I am able to stay in the flow of the day and maintain positive thoughts about myself, rather than feeling like I’m swimming upstream and getting lost in self-doubt.
It’s the Law of Least Resistance.
The more we push the more resistance pushes back. That’s exactly what burnout is. Pushing until we can’t push anymore.
When we flow, we are like water. Instead of trying to charge through a boulder in the riverbed, we just flow around it.
We flow toward the life we envision, rather than continuously pushing up against a stressful life that pushes back.
The way we develop this quality is through self-care.
Self-Care Checklist
This is a list of self-care practices that are highly effective in helping to relax and rejuvenate your physical body, mind and emotions. I recommend starting with the one that feels like it would really make a difference for you, then add more as you go along:
Meditation - The “Headspace” or “Calm” apps can be helpful in providing reminders and structure for beginners
Physical movement - This includes walking, stretching, yoga, dance and exercise of any kind.
Release clutter - Clutter can be mentally taxing, so clearing out a space in your office, home or car can free up your mental space, too.
Unplug from technology before bed - Having a couple of tech free hours at night can aid sleep and the ability to relax.
Unfollow negative people on social media and refrain from negative news Filter your information to only include what is supportive to your life and vision.
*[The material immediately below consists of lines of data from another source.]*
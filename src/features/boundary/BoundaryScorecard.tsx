import type { ScorecardItemResult, TurnoverResult } from "@shared/schemas/turnover";
import { Card } from "../../components/Card";
import { textLinkClasses } from "../../components/TextLink";
import { Caution } from "../../components/Caution";
import { ErrorState } from "../../components/ErrorState";
import { LoadingState } from "../../components/LoadingState";
import { cx } from "../../lib/cx";
import { formatCount } from "../../lib/format";
import type { useTurnover } from "./api";
import { formatPercent, formatWholePercent } from "./words";

const STATUS_TONE: Record<ScorecardItemResult["status"], string> = {
  meets: "border-red-200 bg-red-50 text-red-900",
  "falls short": "border-accent-200 bg-accent-50 text-accent-900",
  uncertain: "border-caution-200 bg-caution-50 text-caution-700",
  reported: "border-stone-200 bg-stone-50 text-stone-800",
  "not assessable": "border-dashed border-stone-300 bg-white text-stone-600",
};

const STATUS_WORDS: Record<ScorecardItemResult["status"], string> = {
  meets: "Meets",
  "falls short": "Falls short",
  uncertain: "Uncertain",
  reported: "Reported",
  "not assessable": "Not assessable from this study",
};

const CRITERION_QUESTION: Record<ScorecardItemResult["criterion"], string> = {
  magnitude: "How much was lost?",
  breadth: "Were many groups hit?",
  realms: "Were several realms hit?",
  geography: "Were losses spread across regions?",
  brevity: "How short was it?",
  standingOut: "Does it stand out from background?",
};

/** The boundary scorecard: the criteria the trade reads for a mass extinction, each from this study's data or marked not assessable. */
export function BoundaryScorecard({ turnover, csvUrl }: { turnover: ReturnType<typeof useTurnover>; csvUrl: string | null }) {
  const data = turnover.data;
  return (
    <Card
      title="Boundary scorecard"
      description="The criteria by which an event is usually called a mass extinction, each read from this study’s taxa where it can be."
      actions={
        <>
          {turnover.isFetching && data && (
            <span className="text-sm text-stone-500" role="status">
              Updating…
            </span>
          )}
          {csvUrl && data && (
            <a className={cx(textLinkClasses, "text-sm")} href={csvUrl} download>
              Download the scorecard (CSV)
            </a>
          )}
        </>
      }
    >
      <div data-testid="scorecard">
        {turnover.isPending && <LoadingState label="Reading the criteria" lines={3} />}
        {turnover.isError && <ErrorState error={turnover.error} title="The scorecard could not be worked out" onRetry={() => void turnover.refetch()} />}
        {data && <ScorecardBody scorecard={data.scorecard} />}
      </div>
    </Card>
  );
}

function ScorecardBody({ scorecard }: { scorecard: TurnoverResult["scorecard"] }) {
  return (
    <>
      <ul className="grid gap-3 md:grid-cols-2 xl:grid-cols-3">
        {scorecard.items.map((item) => (
          <li key={item.criterion} className={cx("rounded-lg border px-4 py-3", STATUS_TONE[item.status])} data-testid={`scorecard-${item.criterion}`} data-status={item.status}>
            <p className="flex items-baseline justify-between gap-2">
              <span className="text-sm font-semibold">{item.label}</span>
              <span className="text-xs font-medium tracking-wide uppercase">{STATUS_WORDS[item.status]}</span>
            </p>
            <p className="mt-0.5 text-xs opacity-80">{CRITERION_QUESTION[item.criterion]}</p>
            <p className="mt-2 text-sm text-stone-800">{item.summary}</p>
            {item.dimensions.some((d) => d.groups.length > 0) && item.status !== "not assessable" && (
              <details className="mt-2">
                <summary className="cursor-pointer text-xs font-medium text-accent-700 hover:text-accent-900">Groups read</summary>
                {item.dimensions.map((d) => (
                  <table key={d.key} className="mt-2 w-full text-xs">
                    <caption className="text-left font-medium text-stone-700">{d.label}</caption>
                    <tbody className="divide-y divide-stone-100">
                      {d.groups.map((g) => (
                        <tr key={g.name}>
                          <th scope="row" className="py-0.5 pr-2 text-left font-normal text-stone-800">
                            {g.name}
                          </th>
                          <td className="py-0.5 text-right tabular-nums text-stone-700">
                            {formatCount(g.victims)} of {formatCount(g.atRisk)}
                          </td>
                          <td className="py-0.5 pl-2 text-right tabular-nums text-stone-700">{g.proportion === null ? "—" : formatPercent(g.proportion)}</td>
                          <td className="py-0.5 pl-2 text-right text-stone-500">{g.over === null ? "too few" : g.over ? "hit" : "spared"}</td>
                        </tr>
                      ))}
                    </tbody>
                  </table>
                ))}
              </details>
            )}
          </li>
        ))}
      </ul>
      <div className="mt-4 space-y-3">
        <Caution title="One study is not a global verdict">{scorecard.caution}</Caution>
        <p className="text-sm text-stone-600">
          {scorecard.source} A group counts as hit when it lost more than {formatWholePercent(scorecard.breadthShare)} of its taxa at risk, and is read
          only with at least {scorecard.minGroupAtRisk} taxa at risk. Magnitude compares the loss with the ~{formatWholePercent(scorecard.threshold)}{" "}
          convention using its {Math.round(scorecard.level * 100)}% Wilson interval.
        </p>
      </div>
    </>
  );
}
Spend time outdoors and connect with nature - Being in nature relaxes the human nervous system. Physically being in nature is ideal, but holding a pet or observing nature through your window can be beneficial, too.
Start the day with an intention and gratitude - Decide the tone of your day before you get out of bed, by making a mental list of 10 things you are grateful for and setting an intention for how your day is going to be.
Notice what you're noticing and breathe to create calm and empowered thinking - Notice when you are tense, and change your physical and mental state by taking 3 to 4 relaxed deep breaths which will help you to have greater clarity and access a more empowered way of thinking.
Give yourself kind loving talk throughout the day - Most of us have negative self talk that is so ingrained that we aren't even aware we’re doing it. Pause when you realize this, then talk to yourself the way you would talk to your best friend.
Eat whole nutritious foods - Processed food stresses the system and brings down your energy and mood. Choose foods in their natural state to give your body balanced, stable energy.
September is Self-Care Awareness Month and I encourage you to invest this time in turning up the dial on being more kind, loving and good to you, knowing that this will not only benefit you, but it will also make a powerful, positive difference in all the lives you touch as well.